Having rendered me silent with her own unfiltered thoughts, she smirks and says: "Now that that's out of the way, let me ask again Rick. Where do you want to go? Because the things I want to do to you, I will not be doing them in public. At least, not the first time!"
With that, I grab her hand, drag her out of the bar and hail a cab. Man, it's good to not have to settle the bill at your own place!
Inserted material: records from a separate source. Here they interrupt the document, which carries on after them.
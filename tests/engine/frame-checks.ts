/**
 * Model transformations and independent checks shared by the property tests: splitting every member (with its
 * loads) in two, the resultant of a load case computed from the model alone, and node/member equilibrium.
 */
import { expect } from "vitest";
import { memberDiagram, memberEndForces, type AnalysisResult, type LoadInput, type ModelInput } from "@/lib/engine";
import { expectNear, seededRandom } from "./helpers";

type Node = ModelInput["nodes"][number];
type Members = NonNullable<ModelInput["members"]>;

function geometry(model: ModelInput) {
  const byId = new Map(model.nodes.map((n) => [n.id, n]));
  const members = new Map(
    (model.members ?? []).map((m) => {
      const a = byId.get(m.start)!;
      const b = byId.get(m.end)!;
      const L = Math.hypot(b.x - a.x, b.y - a.y);
      return [m.id, { member: m, a, b, L, c: (b.x - a.x) / L, s: (b.y - a.y) / L }];
    }),
  );
  return { byId, members };
}

/**
 * Each member becomes `<id>a` (start → new node) and `<id>b` (new node → end), split at a random 30–70 % of its
 * length; releases stay at the outer ends, and a truss member becomes two frame halves released at the outer ends
 * (the same structure). Every member load is split with it: point loads and couples go to the half they lie on,
 * distributed loads (partial, trapezoidal, projected) are cut at the new node with the intensity interpolated there.
 * Nodal loads, self-weight (via density), supports and settlements are unchanged.
 */
export function splitEveryMember(model: ModelInput, seed: number): { model: ModelInput; splitAt: Map<string, number> } {
  const rand = seededRandom(seed ^ 0x2545f491);
  const { members: geo } = geometry(model);
  const nodes: Node[] = [...model.nodes];
  const members: Members = [];
  const splitAt = new Map<string, number>();
  for (const m of model.members ?? []) {
    const { a, b, L } = geo.get(m.id)!;
    const t = 0.3 + 0.4 * rand();
    splitAt.set(m.id, t * L);
    nodes.push({ id: `${m.id}-mid`, x: a.x + t * (b.x - a.x), y: a.y + t * (b.y - a.y) });
    const truss = m.kind === "truss";
    if (truss && m.I === undefined)
      throw new Error(`splitEveryMember: truss member ${m.id} needs I to be split into frame halves`);
    const { releases, ...rest } = m;
    const startReleased = truss || releases?.startMoment === true;
    const endReleased = truss || releases?.endMoment === true;
    members.push({
      ...rest,
      kind: "frame",
      id: `${m.id}a`,
      end: `${m.id}-mid`,
      ...(startReleased ? { releases: { startMoment: true } } : {}),
    });
    members.push({
      ...rest,
      kind: "frame",
      id: `${m.id}b`,
      start: `${m.id}-mid`,
      ...(endReleased ? { releases: { endMoment: true } } : {}),
    });
  }
  const loadCases = (model.loadCases ?? []).map((lc) => ({
    ...lc,
    loads: (lc.loads ?? []).flatMap((l): LoadInput[] => {
      if (l.kind === "nodal" || l.kind === "self-weight") return [l];
      const cut = splitAt.get(l.member)!;
      if (l.kind === "point" || l.kind === "couple") {
        return l.position <= cut
          ? [{ ...l, member: `${l.member}a` }]
          : [{ ...l, member: `${l.member}b`, position: l.position - cut }];
      }
      const L = geo.get(l.member)!.L;
      const from = l.from ?? 0;
      const to = l.to ?? L;
      const wEnd = l.wEnd ?? l.wStart;
      const at = (x: number) => l.wStart + ((wEnd - l.wStart) * (x - from)) / (to - from);
      const out: LoadInput[] = [];
      if (from < cut - 1e-9 * L)
        out.push({ ...l, member: `${l.member}a`, from, to: Math.min(to, cut), wStart: l.wStart, wEnd: at(Math.min(to, cut)) });
      if (to > cut + 1e-9 * L)
        out.push({
          ...l,
          member: `${l.member}b`,
          from: Math.max(from, cut) - cut,
          to: to - cut,
          wStart: at(Math.max(from, cut)),
          wEnd,
        });
      return out;
    }),
  }));
  return { model: { ...model, nodes, members, loadCases }, splitAt };
}

/** A unit vector of a load's direction, in global axes, on a member with cosines (c, s). */
function globalDirection(direction: "local-x" | "local-y" | "global-x" | "global-y", c: number, s: number): [number, number] {
  return { "local-x": [c, s], "local-y": [-s, c], "global-x": [1, 0], "global-y": [0, 1] }[direction] as [number, number];
}

/**
 * Σ of a load case's applied loads as a force system — fx, fy and the moment about the global origin — computed
 * from the model alone (statics, common practice): a linear load w on [f, t] has resultant (t − f)(w_f + w_t)/2
 * and first moment (t − f)(w_f(2f + t) + w_t(f + 2t))/6 about the start; per projected length it is scaled by the
 * run |c| (global y) or the rise |s| (global x); self-weight is ρ·A·g (g = 9.80665 m/s², 3rd CGPM 1901, from
 * memory) downwards at mid-length. `scale` is the sum of magnitudes, for relative tolerances.
 */
export function loadResultant(
  model: ModelInput,
  caseId: string,
): { fx: number; fy: number; mz: number; scaleF: number; scaleM: number } {
  const { byId, members } = geometry(model);
  let [fx, fy, mz, scaleF, scaleM] = [0, 0, 0, 0, 0];
  const force = (X: number, Y: number, x: number, y: number) => {
    fx += X;
    fy += Y;
    mz += x * Y - y * X;
    scaleF += Math.abs(X) + Math.abs(Y);
    scaleM += Math.abs(x * Y) + Math.abs(y * X);
  };
  const lc = (model.loadCases ?? []).find((c) => c.id === caseId);
  if (!lc) throw new Error(`no load case ${caseId}`);
  for (const l of lc.loads ?? []) {
    if (l.kind === "nodal") {
      const n = byId.get(l.node)!;
      force(l.fx ?? 0, l.fy ?? 0, n.x, n.y);
      mz += l.mz ?? 0;
      scaleM += Math.abs(l.mz ?? 0);
      continue;
    }
    if (l.kind === "self-weight") {
      for (const { member, a, b, L } of members.values()) {
        if (!member.density) continue;
        force(0, -member.density * member.A * 9.80665 * (l.factor ?? 1) * L, (a.x + b.x) / 2, (a.y + b.y) / 2);
      }
      continue;
    }
    const { a, L, c, s } = members.get(l.member)!;
    if (l.kind === "couple") {
      mz += l.value;
      scaleM += Math.abs(l.value);
      continue;
    }
    const [ex, ey] = globalDirection(l.direction, c, s);
    if (l.kind === "point") {
      force(l.value * ex, l.value * ey, a.x + l.position * c, a.y + l.position * s);
      continue;
    }
    const scale = !l.projected ? 1 : l.direction === "global-y" ? Math.abs(c) : Math.abs(s);
    const [f, t] = [l.from ?? 0, l.to ?? L];
    const [wf, wt] = [l.wStart * scale, (l.wEnd ?? l.wStart) * scale];
    const W = ((t - f) * (wf + wt)) / 2;
    const first = ((t - f) * (wf * (2 * f + t) + wt * (f + 2 * t))) / 6;
    // Force W·e at a + s·(c, s) summed over s: moment = (a × e)·W + ((c, s) × e)·first.
    fx += W * ex;
    fy += W * ey;
    mz += (a.x * ey - a.y * ex) * W + (c * ey - s * ex) * first;
    scaleF += Math.abs(W);
    scaleM += Math.abs(W) * (Math.hypot(a.x, a.y) + L);
  }
  return { fx, fy, mz, scaleF, scaleM };
}

/**
 * Every node is in equilibrium (Σ member end forces in global axes − nodal loads = reactions, springs included),
 * and every member's N, V, M diagram, integrated from its start with its span loads, lands on its end forces.
 */
export function expectNodeAndMemberEquilibrium(model: ModelInput, r: AnalysisResult, caseId: string): void {
  const res = r.loadCases[caseId];
  const sum = new Float64Array(3 * model.nodes.length);
  const scale = new Float64Array(sum.length);
  const nodeIndex = new Map(model.nodes.map((n, i) => [n.id, i]));
  const { members } = geometry(model);
  expect(members.size).toBeGreaterThan(0);
  for (const { member: m, L, c, s } of members.values()) {
    const f = memberEndForces(r, m.id, caseId);
    for (const [node, end] of [
      [m.start, f.start],
      [m.end, f.end],
    ] as const) {
      const o = 3 * nodeIndex.get(node)!;
      const F = [c * end.fx - s * end.fy, s * end.fx + c * end.fy, end.mz];
      F.forEach((v, d) => {
        sum[o + d] += v;
        scale[o + d] += Math.abs(v);
      });
    }
    const atEnd = memberDiagram(r, m.id, caseId).valueAt(L, "left");
    const tol = 1e-8 * (Math.abs(f.start.fy) + Math.abs(f.end.fy) + Math.abs(f.start.fx) + 1);
    expectNear(atEnd.N, f.end.fx, tol);
    expectNear(atEnd.V, -f.end.fy, tol);
    expectNear(atEnd.M, f.end.mz, tol * L);
  }
  const loads = model.loadCases!.find((lc) => lc.id === caseId)!.loads ?? [];
  expect(loads.length).toBeGreaterThan(0);
  for (const load of loads) {
    if (load.kind !== "nodal") continue;
    const o = 3 * nodeIndex.get(load.node)!;
    [load.fx ?? 0, load.fy ?? 0, load.mz ?? 0].forEach((v, d) => (sum[o + d] -= v));
  }
  sum.forEach((v, i) => {
    const residual = v - res.reactions[i];
    expect(Math.abs(residual)).toBeLessThanOrEqual(1e-9 * (scale[i] + Math.abs(res.reactions[i])) + 1e-6);
  });
}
"To yours, Beckett, we're going to yours. The things I want to do you, I cannot do if I know my daughter might hear us. At least, not the first time! Just be warned: after tonight, your neighbors might not look at you the same way," I say.
"That's alright… I'm not planning on staying there for much longer. Just until this guy I know I'm going to marry asks me to move in," she says, getting in the cab with me closely behind.
Never has such a short ride felt so long.